This lesson is still being designed and assembled (Pre-Alpha version)

Introduction

Overview

Teaching: 0 min
Exercises: 0 min
Questions
  • What is text mining?

Objectives
  • Gain a basic understanding what text mining is.

  • Learn some text and data mining terminology.

Introduction

Welcome to this hands-on lesson to learn some text and data mining skills.
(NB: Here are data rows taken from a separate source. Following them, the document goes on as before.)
"""`migrate` as the owner of the tables (the `owner` database), not as the application.

The application's role may not create or alter tables (hazards.dbroles); without an explicit
`--database` this command uses the owner's connection when the application has its own role.
"""

from __future__ import annotations

from django.core.management.commands.migrate import Command as DjangoMigrate

from hazards.db import owner_alias


class Command(DjangoMigrate):
    def add_arguments(self, parser):
        super().add_arguments(parser)
        parser.set_defaults(database=None)

    def handle(self, *args, **options):
        if not options.get("database"):
            options["database"] = owner_alias()
        return super().handle(*args, **options)
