#[test]
fn aiff_loop_markers_read_as_libsndfile_reads_them() {
    let dir = tempfile::tempdir().unwrap();
    let path = dir.path().join("looped.aiff");
    // libsndfile 1.2 accepts SFC_SET_INSTRUMENT for AIFF but writes no MARK/INST, so the file is built by hand from
    // the AIFF 1.3 layout (struct, big-endian): two markers listed end-first with ids 7 and 3, an INST whose sustain
    // loop (forward) goes from marker 3 to marker 7. libsndfile's reading of it is the reference.
    py(
        r#"
def pstr(s):
    b = bytes([len(s)]) + s
    return b + b'\0' * (len(b) % 2)
def chunk(cid, body):
    return cid + struct.pack('>I', len(body)) + body + b'\0' * (len(body) % 2)
n = 5000
rate = b'\x40\x0e\xac\x44' + b'\0' * 6  # 44,100 Hz
comm = struct.pack('>hIh', 1, n, 16) + rate
mark = struct.pack('>H', 2) + struct.pack('>HI', 7, 3000) + pstr(b'end') + struct.pack('>HI', 3, 500) + pstr(b'begin')
inst = bytes([62, 0, 0, 127, 1, 127]) + struct.pack('>h', 0) + struct.pack('>hhh', 1, 3, 7) + struct.pack('>hhh', 0, 0, 0)
ssnd = struct.pack('>II', 0, 0) + b'\0' * (2 * n)
body = b'AIFF' + chunk(b'COMM', comm) + chunk(b'MARK', mark) + chunk(b'INST', inst) + chunk(b'SSND', ssnd)
open(args['path'], 'wb').write(b'FORM' + struct.pack('>I', len(body)) + body)
"#,
        &serde_json::json!({ "path": path }),
    );
    // libsndfile (aiff.c): sustain loop 500..3000, forward (801), base note 62.
    let theirs = libsndfile_read(&path);
    assert_eq!(theirs.loops["loops"][0], serde_json::json!([801, 500, 3000, 0]), "{}", theirs.loops);
    assert_eq!(theirs.loops["basenote"], 62);
    let ours = decode(&path);
    assert_eq!(ours.file_loop, Some((500, 3_000)));
    assert!(ours.decoder.starts_with("symphonia aiff/"), "{}", ours.decoder);
}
We will first run through some of the basics that you will need when exploring and analysing text.

What is Text Mining?

FIXME

Terminology

To start with here is a bit of basic terminology that will be used in this lesson:

Token: a single word, letter, number or punctuation mark.

String: a group of characters comprised of words, letters, numbers, punctuation.

Integer: a positive or negative whole number without a decimal point.

Stop words: generally the most common words in a language (e.g. “the”, “of”, “and” etc.) which are sometimes filtered out during text analysis in order to focus on the vocabulary that conveys more of the content of a piece of text.

Document: a single file containing some text.

Corpus: a collection of documents.

Questions:

  • How many people have used text mining for their work before?
  • Who wants to use it in future?
  • What types of text analyses would you want to do?

Key Points

  • Text mining refers to different methods used for analysing text automatically.